We want to take NLP papers and assign them to a leaderboard by task (T), dataset (D), and evaluation metric (M).

In [1]:
# imports
import numpy as np
import pandas as pd

from sklearn.feature_extraction.text import TfidfVectorizer
from sklearn.preprocessing import MultiLabelBinarizer, LabelEncoder
from sklearn.ensemble import RandomForestClassifier
from sklearn.multioutput import MultiOutputClassifier
from sklearn.linear_model import LogisticRegressionCV, LogisticRegression
from sklearn.metrics import f1_score, confusion_matrix

  return f(*args, **kwds)
  return f(*args, **kwds)
  return f(*args, **kwds)
  return f(*args, **kwds)
  return f(*args, **kwds)
  return f(*args, **kwds)
  from numpy.core.umath_tests import inner1d


In [2]:
# load train/test splits
# train_fn = "../../data/exp1/train_positive.tsv"
# test_fn = "../../data/exp1/test_positive.tsv"
train_fn = "../../data/exp1/ablationfull/train.tsv"
test_fn = "../../data/exp1/ablationfull/test.tsv"


tmp_train_df = pd.read_csv(train_fn, sep='\t', header=None, names=['T_F', 'file', 'label', 'all_text'])
tmp_test_df = pd.read_csv(test_fn, sep='\t', header=None, names=['T_F', 'file', 'label', 'all_text'])

print("Size of train df: ", tmp_train_df.shape[0])
print("Size of test df: ", tmp_test_df.shape[0])

# remove false labels, not needed for multiclass classification
tmp_train_df.drop(tmp_train_df[tmp_train_df['T_F'] == False].index, inplace=True)
tmp_test_df.drop(tmp_test_df[tmp_test_df['T_F'] == False].index, inplace=True)

print("Size of train df: ", tmp_train_df.shape[0])
print("Size of test df: ", tmp_test_df.shape[0])
#print(train_df[:10])


Size of train df:  13260
Size of test df:  12636
Size of train df:  371
Size of test df:  325


In [3]:
# loop over rows and merge labels for same instances
unk_limit = 3
unk_seen = 0
train_instance_d = {}
for index, row in tmp_train_df.iterrows():
    if row['label'] == 'unknow':
        if unk_seen < unk_limit:
            unk_seen += 1
        else:
            continue  # don't train on unknown labels
    if row['file'] in train_instance_d:
        if row['all_text'] in train_instance_d[row['file']]:
            train_instance_d[row['file']][row['all_text']].append(row['label'])
        else:
            assert False, "All files should match one and only one text."
            train_instance_d[row['file']][row['all_text']] = [row['label']]
    else:
        train_instance_d[row['file']] = {row['all_text']: [row['label']]}

# loop over rows and merge labels for same instances
test_instance_d = {}
for index, row in tmp_test_df.iterrows():
    if row['file'] in test_instance_d:
        if row['all_text'] in test_instance_d[row['file']]:
            test_instance_d[row['file']][row['all_text']].append(row['label'])
        else:
            assert False, "All files should match one and only one text."
            test_instance_d[row['file']][row['all_text']] = [row['label']]
    else:
        test_instance_d[row['file']] = {row['all_text']: [row['label']]}

print("Train files: ", len(train_instance_d))
print("Test files: ", len(test_instance_d))
# print("Train instances: ", sum([len(v.items()) for k,v in train_instance_d.items()]))
# print("Test instances: ", sum([len(v.items()) for k,v in test_instance_d.items()]))
print(train_instance_d['trouillon16.pdf']['Complex Embeddings for Simple Link Prediction In statistical relational learning, the link prediction problem is key to automatically understand the structure of large knowledge bases.
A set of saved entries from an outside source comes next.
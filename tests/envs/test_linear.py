"""Linear plants: rest, layout, stress, and what they refuse."""

from types import SimpleNamespace

import numpy as np
import pytest

from idlearn.envs import LinearPlant, Plant, RestingPlant, SharedDraws
from idlearn.envs.resting import reachable
from idlearn.errors import InputError

QUIET = np.random.default_rng(0)


def rest(plant: LinearPlant, y: list[float], d: list[float], low: float, high: float) -> tuple:
    """Return state and input of the first episode at rest."""
    n, n_a = plant.n, plant.n_actuators
    state, u = plant.rest(
        n, np.tile(y, (n, 1)), np.tile(np.array(d, dtype=float), (n, 1)),
        np.full(n_a, low), np.full(n_a, high), QUIET,
    )  # fmt: skip
    return state, u


def stays(plant: LinearPlant, state: object, u: np.ndarray, d: list[float]) -> float:
    """Return how far 500 samples at u move the noise-free output."""
    held = np.concatenate([u, np.tile(np.array(d, dtype=float), (len(u), 1))], axis=1)
    first = plant.measure(state, QUIET)  # type: ignore[arg-type]
    far = 0.0
    for _ in range(500):
        state = plant.advance(state, held, QUIET)  # type: ignore[arg-type]
        far = max(far, float(np.abs(plant.measure(state, QUIET) - first).max()))
    return far


def test_linear_plant_is_a_plant(make: SimpleNamespace) -> None:
    plant = LinearPlant(make.ensemble(make.lag()))
    assert isinstance(plant, Plant)
    assert isinstance(plant, RestingPlant)


def test_rest_of_self_regulating_plants(make: SimpleNamespace) -> None:
    rng = np.random.default_rng(3)
    models = [make.random_model(rng, n_x, 2, 1, 2) for n_x in (2, 5, 4)]
    plant = LinearPlant(make.ensemble(*models), repeats=2, noise=0.0)
    state, u = rest(plant, [3.0, -2.0], [0.7], -1e9, 1e9)
    np.testing.assert_allclose(plant.measure(state, QUIET), np.tile([3.0, -2.0], (6, 1)), atol=1e-8)
    for i, m in enumerate(models):  # the inverse of the steady gain says the same
        gain = m.C @ np.linalg.solve(np.eye(m.n_x) - m.A, m.B)
        left = np.array([3.0, -2.0]) - m.y0 - gain[:, 2:] @ (np.array([0.7]) - m.u0[2:])
        np.testing.assert_allclose(
            u[2 * i], m.u0[:2] + np.linalg.solve(gain[:, :2], left), rtol=1e-8, atol=1e-8
        )
    assert stays(plant, state, u, [0.7]) < 1e-8


def test_rest_of_an_integrating_plant(make: SimpleNamespace) -> None:
    # level y with pump lag: x1+ = x1 + 0.1 x2, x2+ = 0.5 x2 + 0.5 (u - 4)
    tank = make.model(
        [[1, 0.1], [0, 0.5]], [[0], [0.5]], [[1, 0]], [[0.3], [0]], [[0.01]],
        u0=np.array([4.0]), y0=np.array([50.0]),
    )  # fmt: skip
    plant = LinearPlant(make.ensemble(tank), noise=0.0)
    state, u = rest(plant, [80.0], [], 0.0, 10.0)
    assert u[0, 0] == pytest.approx(4.0, abs=1e-9)
    assert plant.measure(state, QUIET)[0, 0] == pytest.approx(80.0, abs=1e-9)
    assert stays(plant, state, u, []) < 1e-8


def test_rest_leaves_integrating_loads_at_zero(make: SimpleNamespace) -> None:
    # a load state could hold half of the output; then the actuator would start at half
    loaded = make.lag(gain=2.0).with_load(np.array([[0.1]]))
    plant = LinearPlant(make.ensemble(loaded), noise=0.0)
    state, u = rest(plant, [3.0], [], -10.0, 10.0)
    assert u[0, 0] == pytest.approx(1.5, abs=1e-9)
    assert state.x[0, 1] == 0.0
    # nor where the limit stops the actuator: rest at the limit, load still zero
    state, u = rest(plant, [30.0], [], -10.0, 10.0)
    assert u[0, 0] == 10.0
    assert state.x[0, 1] == 0.0
    assert plant.measure(state, QUIET)[0, 0] == pytest.approx(20.0, abs=1e-8)


def test_rest_at_a_limit(make: SimpleNamespace) -> None:
    plant = LinearPlant(make.ensemble(make.lag(gain=2.0), make.lag(gain=5.0)), noise=0.0)
    state, u = rest(plant, [3.0], [], 0.0, 1.0)
    np.testing.assert_allclose(u[:, 0], [1.0, 0.6], atol=1e-12)
    np.testing.assert_allclose(plant.measure(state, QUIET)[:, 0], [2.0, 3.0], atol=1e-9)
    assert stays(plant, state, u, []) < 1e-9


def test_integrating_plant_that_its_limits_cannot_hold_starts_at_the_setpoint(
    make: SimpleNamespace,
) -> None:
    tank = make.model([[1.0]], [[0.1]], [[1]], [[0.3]], [[0.01]], u0=np.array([4.0]))
    plant = LinearPlant(make.ensemble(tank), noise=0.0)
    state, u = rest(plant, [7.0], [], 5.0, 10.0)  # held by u = 4, which is out of reach
    assert u[0, 0] == 5.0
    assert plant.measure(state, QUIET)[0, 0] == pytest.approx(7.0, abs=1e-9)


def test_rest_with_outputs_nobody_asks_for_and_tiny_units(make: SimpleNamespace) -> None:
    # second output free; the actuator in units that make its effect 1e-9
    m = make.model(
        [[0.9, 0], [0.2, 0.7]], [[1e-9], [0]], [[1, 0], [0, 1]], np.zeros((2, 2)), np.zeros((2, 2))
    )
    plant = LinearPlant(make.ensemble(m))
    state, u = rest(plant, [2.0, np.nan], [], -1e12, 1e12)
    assert u[0, 0] == pytest.approx(2.0 * 0.1 / 1e-9, rel=1e-9)
    np.testing.assert_allclose(plant.measure(state, QUIET)[0], [2.0, 2.0 * 0.2 / 0.3], rtol=1e-9)


def test_more_setpoints_than_actuators_still_rests(make: SimpleNamespace) -> None:
    m = make.model([[0.9, 0], [0, 0.8]], [[0.1], [0.2]], np.eye(2), np.zeros((2, 2)), np.eye(2))
    plant = LinearPlant(make.ensemble(m), noise=0.0)
    state, u = rest(plant, [1.0, 2.0], [], -9.0, 9.0)
    assert 1.0 < u[0, 0] < 2.0  # both gains are 1: something between the two
    assert stays(plant, state, u, []) < 1e-6


def test_reachable_states() -> None:
    A = np.diag([0.9, 0.8, 1.0])
    assert reachable(A, np.array([[1.0], [1.0], [0.0]])).shape == (3, 2)
    basis = reachable(A, np.array([[1e-12], [0.0], [0.0]]))
    np.testing.assert_allclose(np.abs(basis[:, 0]), [1, 0, 0])
    assert reachable(A, np.zeros((3, 1))).shape == (3, 0)
    delay = np.diag(np.ones(9), 1)  # ten samples of dead time: all of them are reached
    assert reachable(delay, np.eye(10)[:, 9:]).shape == (10, 10)


def test_stress_scales_gain_and_noise(make: SimpleNamespace) -> None:
    kept = make.ensemble(make.lag(0.9), make.lag(0.7))
    noise = np.random.default_rng(1).standard_normal((2, 3, 1))
    u = np.array([[1.0], [1.0]])

    def second(**stress: float) -> tuple[np.ndarray, np.ndarray]:
        plant, draws = LinearPlant(kept, **stress), SharedDraws(noise)
        first = plant.start(2, draws)
        return plant.measure(first, draws), plant.measure(plant.advance(first, u, draws), draws)

    (a0, a1), (b0, b1) = second(), second(noise=2.0)
    np.testing.assert_allclose(b0, 2 * a0, rtol=1e-15)
    np.testing.assert_allclose(b1 - a1, a1 - second(noise=0.0)[1], rtol=1e-12)
    c1 = second(gain=1.3)[1]
    np.testing.assert_allclose(c1 - a1, 0.3 * np.array([[0.2], [0.6]]), rtol=1e-12)
    # a measured disturbance keeps its effect
    m = make.model([[0.5]], [[1.0, 1.0]], [[1.0]], [[0.0]], [[0.0]], n_actuators=1)
    plant, draws = LinearPlant(make.ensemble(m), gain=1.3), SharedDraws(noise[:1])
    after = plant.advance(plant.start(1, draws), np.array([[1.0, 1.0]]), draws)
    assert plant.measure(after, draws)[0, 0] == pytest.approx(2.3, rel=1e-12)


def test_noise_of_several_outputs_has_the_covariance(make: SimpleNamespace) -> None:
    # rank 1: both outputs carry the same noise, which a triangular factor would refuse
    S = [[4.0, 2.0], [2.0, 1.0]]
    m = make.model([[0.0]], [[1.0]], [[0.0], [0.0]], [[0.0, 0.0]], S)
    plant = LinearPlant(make.ensemble(m), repeats=20000)
    e = plant.start(20000, np.random.default_rng(2)).e
    np.testing.assert_allclose(e[:, 0], 2 * e[:, 1], atol=1e-7)
    np.testing.assert_allclose(np.cov(e.T), S, rtol=4 * np.sqrt(2 / 20000))  # 4 standard errors


def test_refused_plants(make: SimpleNamespace) -> None:
    direct = make.lag(D=np.array([[0.1]]))
    with pytest.raises(InputError, match="moves the output in the same sample"):
        LinearPlant(make.ensemble(direct))
    with pytest.raises(InputError, match="no covariance"):
        LinearPlant(make.ensemble(make.model([[0.5]], [[1]], [[1]], [[0]], [[-1.0]])))
    with pytest.raises(InputError, match="3 episodes asked for; members times repeats make 4"):
        LinearPlant(make.ensemble(make.lag(), make.lag()), repeats=2).start(3, QUIET)


def test_repeated_shares_the_plants(make: SimpleNamespace) -> None:
    plant = LinearPlant(make.ensemble(make.lag(), make.lag(0.8)))
    more = plant.repeated(3)
    assert (plant.n, more.n) == (2, 6)
    fresh = LinearPlant(plant.ensemble, repeats=3)
    draws = np.random.default_rng(4), np.random.default_rng(4)
    a, b = (p.advance(p.start(6, r), np.ones((6, 1)), r) for p, r in zip((more, fresh), draws))  # noqa: B905
    np.testing.assert_array_equal(a.y, b.y)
As in previous studies, we propose to solve this problem through latent factorization. However, here we make use of complex valued embeddings. The composition of complex embeddings can handle a large variety of binary relations, among them symmetric and antisymmetric relations. Compared to state-of-the-art models such as Neural Tensor Network and Holographic Embeddings, our approach based on complex embeddings is arguably simpler, as it only uses the Hermitian dot product, the complex counterpart of the standard dot product between real vectors. Our approach is scalable to large datasets as it remains linear in both space and time, while consistently outperforming alternative approaches on standard link prediction benchmarks. 1 In order to evaluate our proposal, we conducted experiments on both synthetic and real datasets The synthetic dataset is based on relations that are either symmetric or antisymmetric, whereas the real datasets comprise different types of relations found in different, standard KBs Dataset We next evaluate the performance of our model on the FB15K and WN18 datasets summarizes the metadata of the two datasets Both datasets contain only positive triples For evaluation, we measure the quality of the ranking of each test triple among all possible subject and object substitutions : r(s , o) and r(s, o ), ∀s , ∀o ∈ E Mean Reciprocal Rank (MRR) and Hits at mare the standard evaluation measures for these datasets and come in two flavours: raw and filtered) We report both filtered and raw MRR, and filtered Hits at 1, 3 and 10 in for the evaluated models Furthermore, we chose TransE, DistMult Table 3. Number of entities, relations, and observed triples in each split for the FB15K and WN18 datasets. |R| Table 2. Filtered and Raw Mean Reciprocal Rank (MRR) for the models tested on the FB15K and WN18 datasets. Hits@m metrics are filtered. *Results reported from (Nickel et al., 2016b) for HolE model. 1 FB15K 3 Filter WN18 Hits at Raw MRR 10 Table 4. Filtered Mean Reciprocal Rank (MRR) for the models tested on each relation of the Wordnet dataset (WN18). ComplEx DistMult TransE'])

Train files:  127
Test files:  162
['relation prediction, FB15K-237, H@1', 'relation prediction, FB15K-237, H@10', 'relation prediction, WN18RR, H@10', 'relation prediction, WN18RR, H@1', 'relation prediction, FB15K-237, MRR', 'relation prediction, WN18RR, MRR']


In [4]:
def parse_labels(labels):
    tasks = set()
    datasets = set()
    metrics = set()
    for label in labels:
        if label == "unknow":
            task, dataset, metric = label, label, label
        else:
            try:
                task, dataset, metric = label.split(',')
            except ValueError:
                print("Unable to parse label: ", label)
        tasks.add(task.strip())
        datasets.add(dataset.strip())
        metrics.add(metric.strip())
    return tasks, datasets, metrics
        
# convert to dictionaries for creating new dataframe
train_d = {'file':[], 'all_text':[], 'task':[], 'dataset':[], 'metric':[]}
test_d = {'file':[], 'all_text':[], 'task':[], 'dataset':[], 'metric':[]}

for f,t_d in train_instance_d.items():
    assert len(t_d) == 1, "Should only be one entry in this dict."
    for t, labels in t_d.items():  # should only be one
        train_d['file'].append(f)
        train_d['all_text'].append(t)
        tasks, datasets, metrics = parse_labels(labels)
        train_d['task'].append(tasks)
        train_d['dataset'].append(datasets)
        train_d['metric'].append(metrics)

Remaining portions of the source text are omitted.